Activity —
Search the records below for "counts"; copy each line that has it.

*** Input data ***

"""Verify's walk over the readings: every zone's chain recomputed in one pass in row order.

The readings of all zones are interleaved on disk in the order they were written. Walking one
zone at a time through its index reads every page once per zone (twenty zones: twenty reads
of the table); one pass in row order reads each page once and carries each zone's chain in a
dict (store/hashing.py's ReadingHasher renders each row's constant text once).

A big record is cut into as many row ranges as there are cores, each walked in its own
process. A range after the first starts each zone from the stored hash of that zone's last
row before it; the range before checks that very row against what it recomputes, so the
pieces together prove what one pass would, and the first break of each zone is the earliest
range's.
"""

from __future__ import annotations

import multiprocessing
import os
import sqlite3
from concurrent.futures import ProcessPoolExecutor
from pathlib import Path

from watcher.store.hashing import READING_FIELDS, Finding, ReadingHasher, chain_hash

#: Rows above which the walk runs in worker processes, one per core; below it, starting
#: workers costs more than it saves.
PARALLEL_ROWS = 300_000
BATCH = 20_000
BROKEN = (
    "does not follow from the row before it: rows before it were deleted, or this row or the one before it was "
    "altered or added"
)


def walk_range(conn, lo: int, hi: int, starts: dict, folds: dict, hashed_from: float) -> dict[str, list]:
    """Recompute every zone's chain over rows lo <= id < hi, each zone starting from its hash
    in `starts` (None: the chain's first row). Returns {zone: [rows checked, first Finding or
    None]}; a zone's walk stops at its first break."""
    hasher = ReadingHasher()
    prevs = dict(starts)
    out: dict[str, list] = {}
    cols = ", ".join(READING_FIELDS)
    cur = conn.execute(f"SELECT id, chain, {cols} FROM readings WHERE id >= ? AND id < ? ORDER BY id", (lo, hi))
    while rows := cur.fetchmany(BATCH):
        for row_id, stored, zone, sensor, signal, ts, value, received_ts, topic, late in rows:
            got = out.get(zone)
            if got is None:
                got = out[zone] = [0, None]
            elif got[1] is not None:
                continue
            got[0] += 1
            if stored is None:
                if row_id >= hashed_from:
                    what = "no hash from this row on (its chain value was removed)"
                    got[1] = Finding(f"readings/{zone}", row_id, what, "MISSING")
                continue  # else written before this chain was hashed (an older database)
            if hasher(prevs.get(zone), zone, sensor, signal, ts, value, received_ts, topic, late) != stored:
                values = (zone, sensor, signal, ts, value, received_ts, topic, late)
                links = folds.get(f"readings/{zone}", {}).get(row_id, [])
                if not any(chain_hash(p, *values) == stored for p in links):
                    got[1] = Finding(f"readings/{zone}", row_id, BROKEN)
                    continue
            prevs[zone] = stored
    return out


def _starts_before(conn, zones: list[str], first_id: int) -> dict[str, str | None]:
    """Each zone's stored hash of its last row before first_id (an index seek a zone)."""
    out = {}
    for zone in zones:
        row = conn.execute(
            "SELECT chain FROM readings WHERE zone = ? AND id < ? ORDER BY id DESC LIMIT 1", (zone, first_id)
        ).fetchone()
        out[zone] = row[0] if row else None
    return out


def _in_worker(path: str, lo: int, hi: int, starts: dict, folds: dict, hashed_from: float) -> dict[str, list]:
    conn = sqlite3.connect(Path(path).resolve().as_uri() + "?mode=ro", uri=True)
    try:
        return walk_range(conn, lo, hi, starts, folds, hashed_from)
    finally:
        conn.close()


def walk_readings(conn, zones: list[str], first_id: int, folds: dict, hashed_from: float):
    """Every zone's chain from row first_id on: ({zone: rows checked} of the zones that hold,
    [first break of each zone that does not]). In worker processes when the record is big and
    there is more than one core."""
    last = conn.execute("SELECT max(id) FROM readings").fetchone()[0] or 0
    path = conn.execute("PRAGMA database_list").fetchone()[2]
    workers = os.cpu_count() or 1
    if not path or workers < 2 or last - first_id < PARALLEL_ROWS:
        parts = [walk_range(conn, first_id, last + 1, _starts_before(conn, zones, first_id), folds, hashed_from)]
    else:
        step = (last + 1 - first_id) // workers + 1
        bounds = [(first_id + k * step, min(first_id + (k + 1) * step, last + 1)) for k in range(workers)]
        ctx = multiprocessing.get_context("spawn")  # never fork a process holding SQLite connections
        with ProcessPoolExecutor(max_workers=workers, mp_context=ctx) as pool:
            futures = [
                pool.submit(_in_worker, path, lo, hi, _starts_before(conn, zones, lo), folds, hashed_from)
                for lo, hi in bounds
            ]
            parts = [f.result() for f in futures]
    counts: dict[str, int] = {}
    breaks: dict[str, Finding] = {}
    for part in parts:  # in row order: a zone's first break is the earliest range's
        for zone, (n, found) in part.items():
            counts[zone] = counts.get(zone, 0) + n
            if found is not None and zone not in breaks:
                breaks[zone] = found
    return {z: n for z, n in counts.items() if z not in breaks}, [breaks[z] for z in sorted(breaks)]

*** End of Input data ***

Written response —
    counts: dict[str, int] = {}
            counts[zone] = counts.get(zone, 0) + n
    return {z: n for z, n in counts.items() if z not in breaks}, [breaks[z] for z in sorted(breaks)]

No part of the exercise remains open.